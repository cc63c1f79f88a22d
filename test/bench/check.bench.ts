/**
 * Checker benchmark (`npm run bench`): a full `check` of the 1 MB synthetic LaTeX manuscript
 * in process (read, extract, check, diagnose, fit the author's cosmology, build the text
 * report), median of several runs, with the time spent in each stage; then the command line end
 * to end in a child process, minus the start-up of Node itself; and peak resident memory.
 * Figures are printed; nothing is asserted.
 */

import { execFileSync, spawnSync } from 'node:child_process';
import { mkdtempSync, writeFileSync } from 'node:fs';
import { tmpdir } from 'node:os';
import { join } from 'node:path';
import { checkProject, extractProject, readLatex, extractClaims, summarize, locate } from '../../shared/src/index.js';
import { textReport } from '../../cli/src/report/textReport.js';
import { consistentValues, syntheticLatexManuscript } from './syntheticManuscript.js';

const latex = syntheticLatexManuscript(1_000_000);
const typical = syntheticLatexManuscript(1_000_000, consistentValues());
const median = (xs: number[]) => [...xs].sort((a, b) => a - b)[Math.floor(xs.length / 2)];
const time = (runs: number, work: () => unknown): number => {
  work();
  const t: number[] = [];
  for (let i = 0; i < runs; i++) {
    const t0 = performance.now();
    work();
    t.push(performance.now() - t0);
  }
  return median(t);
};

console.log('\nComove checker benchmark');
console.log(`  LaTeX manuscript ${(latex.length / 1e6).toFixed(2)} MB (synthetic, test/bench/syntheticManuscript.ts)\n`);
const project = extractProject({ uri: 'bench.tex', text: latex });
const claims = project.files[0].claims.length;
const read = time(9, () => readLatex(latex));
const extract = time(5, () => extractClaims(readLatex(latex)));
const check = time(5, () => checkProject(project.files));
const noFit = time(5, () => checkProject(project.files, { fitAuthorCosmology: false }));
const full = time(5, () => {
  const files = checkProject(extractProject({ uri: 'bench.tex', text: latex }).files).map(locate);
  return textReport(files, summarize(files), { showConsistent: false });
});
const checked = checkProject(project.files)[0];
console.log(`  claims: ${claims} (${checked.checks.filter((c) => c.status === 'inconsistent').length} inconsistent)`);
console.log(`  read (LaTeX scanner)                         ${read.toFixed(0).padStart(6)} ms`);
console.log(`  read + extract claims and declarations       ${extract.toFixed(0).padStart(6)} ms`);
console.log(`  check (recompute, judge, diagnose, fit)      ${check.toFixed(0).padStart(6)} ms   (without the fit: ${noFit.toFixed(0)} ms)`);
console.log(`  full check in process, text report included  ${full.toFixed(0).padStart(6)} ms   (goal ≤ 150 ms)`);
{
  const project = extractProject({ uri: 'typical.tex', text: typical });
  const checked = checkProject(project.files)[0];
  const t = time(5, () => {
    const files = checkProject(extractProject({ uri: 'typical.tex', text: typical }).files).map(locate);
    return textReport(files, summarize(files), { showConsistent: false });
  });
  console.log(`  typical manuscript (numbers computed for its declared set): ${checked.checks.length} claims, ${checked.checks.filter((c) => c.status === 'inconsistent').length} inconsistent`);
  console.log(`  full check in process, text report included  ${t.toFixed(0).padStart(6)} ms   (goal ≤ 150 ms)`);
}

const dir = mkdtempSync(join(tmpdir(), 'comove-bench-'));
const file = join(dir, 'manuscript.tex');
writeFileSync(file, latex);
const cli = new URL('../cli.js', import.meta.url).pathname;
const spawnMs = (args: string[]) => {
  const t0 = performance.now();
  try {
    execFileSync(process.execPath, args, { stdio: 'ignore' });
  } catch {
    // exit code 1: inconsistencies found
  }
  return performance.now() - t0;
};
const nodeAlone = median([0, 1, 2].map(() => spawnMs(['-e', '0'])));
const cliRuns = [0, 1, 2].map(() => spawnMs([cli, 'check', file]));
console.log(`  comove check on the file, end to end         ${median(cliRuns).toFixed(0).padStart(6)} ms   (Node start-up alone: ${nodeAlone.toFixed(0)} ms)`);
// Peak RSS of the command-line run, from GNU time where it is installed.
const timed = spawnSync('/usr/bin/time', ['-f', '%M', process.execPath, cli, 'check', file], { encoding: 'utf8', stdio: ['ignore', 'ignore', 'pipe'] });
const kb = timed.error ? NaN : Number(timed.stderr.trim().split('\n').pop());
console.log(`  peak resident memory of comove check         ${Number.isFinite(kb) ? `${(kb / 1024).toFixed(0).padStart(6)} MB   (goal ≤ 150 MB)` : '  (GNU time is not installed)'}`);
console.log(`  peak resident memory of this process: ${(process.resourceUsage().maxRSS / 1024).toFixed(0)} MB`);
═══
Once you have read the records, repeat them all exactly.

### Task solution:
repository cc63c1f79f88a22d
filename test/bench/check.bench.ts
/**
 * Checker benchmark (`npm run bench`): a full `check` of the 1 MB synthetic LaTeX manuscript
 * in process (read, extract, check, diagnose, fit the author's cosmology, build the text
 * report), median of several runs, with the time spent in each stage; then the command line end
 * to end in a child process, minus the start-up of Node itself; and peak resident memory.
 * Figures are printed; nothing is asserted.
 */

import { execFileSync, spawnSync } from 'node:child_process';
import { mkdtempSync, writeFileSync } from 'node:fs';
import { tmpdir } from 'node:os';
import { join } from 'node:path';
import { checkProject, extractProject, readLatex, extractClaims, summarize, locate } from '../../shared/src/index.js';
import { textReport } from '../../cli/src/report/textReport.js';
import { consistentValues, syntheticLatexManuscript } from './syntheticManuscript.js';

const latex = syntheticLatexManuscript(1_000_000);
const typical = syntheticLatexManuscript(1_000_000, consistentValues());
const median = (xs: number[]) => [...xs].sort((a, b) => a - b)[Math.floor(xs.length / 2)];
const time = (runs: number, work: () => unknown): number => {
  work();
  const t: number[] = [];
  for (let i = 0; i < runs; i++) {
    const t0 = performance.now();
    work();
    t.push(performance.now() - t0);
  }
  return median(t);
};

console.log('\nComove checker benchmark');
console.log(`  LaTeX manuscript ${(latex.length / 1e6).toFixed(2)} MB (synthetic, test/bench/syntheticManuscript.ts)\n`);
const project = extractProject({ uri: 'bench.tex', text: latex });
const claims = project.files[0].claims.length;
const read = time(9, () => readLatex(latex));
const extract = time(5, () => extractClaims(readLatex(latex)));
const check = time(5, () => checkProject(project.files));
const noFit = time(5, () => checkProject(project.files, { fitAuthorCosmology: false }));
const full = time(5, () => {
  const files = checkProject(extractProject({ uri: 'bench.tex', text: latex }).files).map(locate);
  return textReport(files, summarize(files), { showConsistent: false });
});
const checked = checkProject(project.files)[0];
console.log(`  claims: ${claims} (${checked.checks.filter((c) => c.status === 'inconsistent').length} inconsistent)`);
console.log(`  read (LaTeX scanner)                         ${read.toFixed(0).padStart(6)} ms`);
console.log(`  read + extract claims and declarations       ${extract.toFixed(0).padStart(6)} ms`);
console.log(`  check (recompute, judge, diagnose, fit)      ${check.toFixed(0).padStart(6)} ms   (without the fit: ${noFit.toFixed(0)} ms)`);
console.log(`  full check in process, text report included  ${full.toFixed(0).padStart(6)} ms   (goal ≤ 150 ms)`);
{
  const project = extractProject({ uri: 'typical.tex', text: typical });
  const checked = checkProject(project.files)[0];
  const t = time(5, () => {
    const files = checkProject(extractProject({ uri: 'typical.tex', text: typical }).files).map(locate);
    return textReport(files, summarize(files), { showConsistent: false });
  });
  console.log(`  typical manuscript (numbers computed for its declared set): ${checked.checks.length} claims, ${checked.checks.filter((c) => c.status === 'inconsistent').length} inconsistent`);
  console.log(`  full check in process, text report included  ${t.toFixed(0).padStart(6)} ms   (goal ≤ 150 ms)`);
}

const dir = mkdtempSync(join(tmpdir(), 'comove-bench-'));
const file = join(dir, 'manuscript.tex');
writeFileSync(file, latex);
const cli = new URL('../cli.js', import.meta.url).pathname;
const spawnMs = (args: string[]) => {
  const t0 = performance.now();
  try {
    execFileSync(process.execPath, args, { stdio: 'ignore' });
  } catch {
    // exit code 1: inconsistencies found
  }
  return performance.now() - t0;
};
const nodeAlone = median([0, 1, 2].map(() => spawnMs(['-e', '0'])));
const cliRuns = [0, 1, 2].map(() => spawnMs([cli, 'check', file]));
console.log(`  comove check on the file, end to end         ${median(cliRuns).toFixed(0).padStart(6)} ms   (Node start-up alone: ${nodeAlone.toFixed(0)} ms)`);
// Peak RSS of the command-line run, from GNU time where it is installed.
const timed = spawnSync('/usr/bin/time', ['-f', '%M', process.execPath, cli, 'check', file], { encoding: 'utf8', stdio: ['ignore', 'ignore', 'pipe'] });
const kb = timed.error ? NaN : Number(timed.stderr.trim().split('\n').pop());
console.log(`  peak resident memory of comove check         ${Number.isFinite(kb) ? `${(kb / 1024).toFixed(0).padStart(6)} MB   (goal ≤ 150 MB)` : '  (GNU time is not installed)'}`);
console.log(`  peak resident memory of this process: ${(process.resourceUsage().maxRSS / 1024).toFixed(0)} MB`);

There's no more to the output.